I want to be careful not to oversell this. The new system has real gaps:

  • PDF annotation lives elsewhere. If you highlight and margin-note your PDFs, you still need a PDF tool. Notion + AI doesn’t replace that.
  • Group libraries aren’t part of the workflow. Lab-shared collections are still a Zotero strength.
  • AI summaries need verification. The structured page is a draft of understanding, not the understanding itself. I still have to actually read the paper to trust the notes.
  • Cloud dependency is real. If Notion goes down or the connector breaks, the system stops. Zotero stores everything on your machine.

These are not small caveats.

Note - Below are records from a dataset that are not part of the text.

// make_bench_frame — a seeded generator of large, photo-like Tern Point frames for benchmarks.
//
// Usage: make_bench_frame OUT.png --width W --height H [--channels 3|1] [--bit-depth 8|16]
//                         [--seed N] [--scene dawn|midday|dusk|overcast|nir]
//   defaults: --channels 3 --bit-depth 8 --seed 20261202 --scene dawn
//
// Contract: paints one invented horizon-camera frame of the (invented) Tern Point field
// station, W×H pixels (16..65535 each, W·H·channels ≤ 2^30 samples), and writes it as PNG
// through pcasweep::write_png (8-bit by stb_image_write, 16-bit by libpng). The scene is
// laid out in "design units" (the frame is 1000 units tall, W/H·1000 wide; positions are
// fractions of that width, sizes are units), so any size shows the same scene, and every
// texture (clouds, waves, sand) adds octaves down to about a pixel, so detail scales with
// the pixel count. Objects are kept as a display list (rectangles, strokes, polygons,
// ellipses, glows) bucketed by bands of rows; each row is painted on its own (OpenMP over
// rows) from pure functions of (seed, x, y): the scene's random layout comes from
// std::mt19937_64 seeded with N and our own distributions, per-pixel grain and sensor noise
// from integer hashing (Box–Muller on hashed bits), so the bytes are the same for the same
// seed on the same build whatever the thread count. Memory: the Image (2 bytes a sample)
// plus what write_png needs to encode it. Gray frames (--channels 1) are the Rec. 601 luma
// of the colour scene, except `nir`, which is painted as a near-infrared band.
// Exit 0 on success, 2 on a bad command line, 1 when the file cannot be written.
//
// The painting functions follow tools/make_samples.cpp (the small bundled samples): sky
// gradient with sun glow, soft fractal clouds lit from the sun, sea with perspective waves
// and glints, a hazy headland, sand and dunes with grass, station buildings with windows and
// roof lines, a lattice mast with guy wires, fences, a sign with blocky lettering, a
// vignette, and read noise plus shot noise.
#include <omp.h>

#include <algorithm>
#include <array>
#include <chrono>
#include <cmath>
#include <cstdint>
#include <cstdlib>
#include <iostream>
#include <map>
#include <random>
#include <string>
#include <vector>

#include "core/error.hpp"
#include "io/image.hpp"
#include "paint_noise.hpp"

namespace {

constexpr std::uint64_t kDefaultSeed = 20261202;
using namespace paint;

// ---------------------------------------------------------------- numbers (and tools/paint_noise.hpp)

// Hash of a pixel (and a stream number) to 64 bits.
std::uint64_t pixel_hash(std::uint64_t seed, std::int64_t x, std::int64_t y, std::uint64_t stream) {
  return mix64(seed ^ mix64(std::uint64_t(x) * 0x9E3779B97F4A7C15ull ^
                            mix64(std::uint64_t(y) * 0xD1B54A32D192ED03ull + stream)));
}

// Standard normal from one 64-bit hash by the Box–Muller transform (two 26-bit halves;
// (0, 1] for the logarithm).
double normal_from_hash(std::uint64_t h) {
  const double u1 = (double(h >> 38) + 1.0) * 0x1.0p-26;
  const double u2 = double((h >> 12) & 0x3FFFFFFull) * 0x1.0p-26;
  return std::sqrt(-2.0 * std::log(u1)) * std::cos(2.0 * kPi * u2);
}

// Octaves of an fbm whose first cell is `cell_px` pixels wide until the finest is ~1.5 px.
int octaves_to_pixel(double cell_px, int at_least, int at_most) {
  int o = 1;
  while (cell_px > 1.5 && o < at_most) cell_px /= 2.03, ++o;
  return std::clamp(o, at_least, at_most);
}

// ---------------------------------------------------------------- colour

For people whose work depends on those features, the trade is probably not worth it.

What Actually Changed

Looking back, I think I had been blaming myself for years for not maintaining a clean library. I just need to be more disciplined. I just need to set aside time every week. The tools were fine; I was the problem.

That was wrong. The tools were optimized for storage, but what I needed was something optimized for reading and thinking. The mismatch was structural, not motivational.

AI didn’t replace the reference manager so much as make the storage layer almost invisible — and once it became invisible, I could finally see what I actually wanted underneath: a place to keep the traces of what I read and thought, not a database of metadata.

The system is light. The point of a paper page is what I thought about it, not what fields I filled in. If maintenance ever starts feeling heavy again, the rule is to simplify, not to push through.

That’s the whole post. The takeaway is small, but it’s the kind of small that changes a habit you’ve been failing at for years.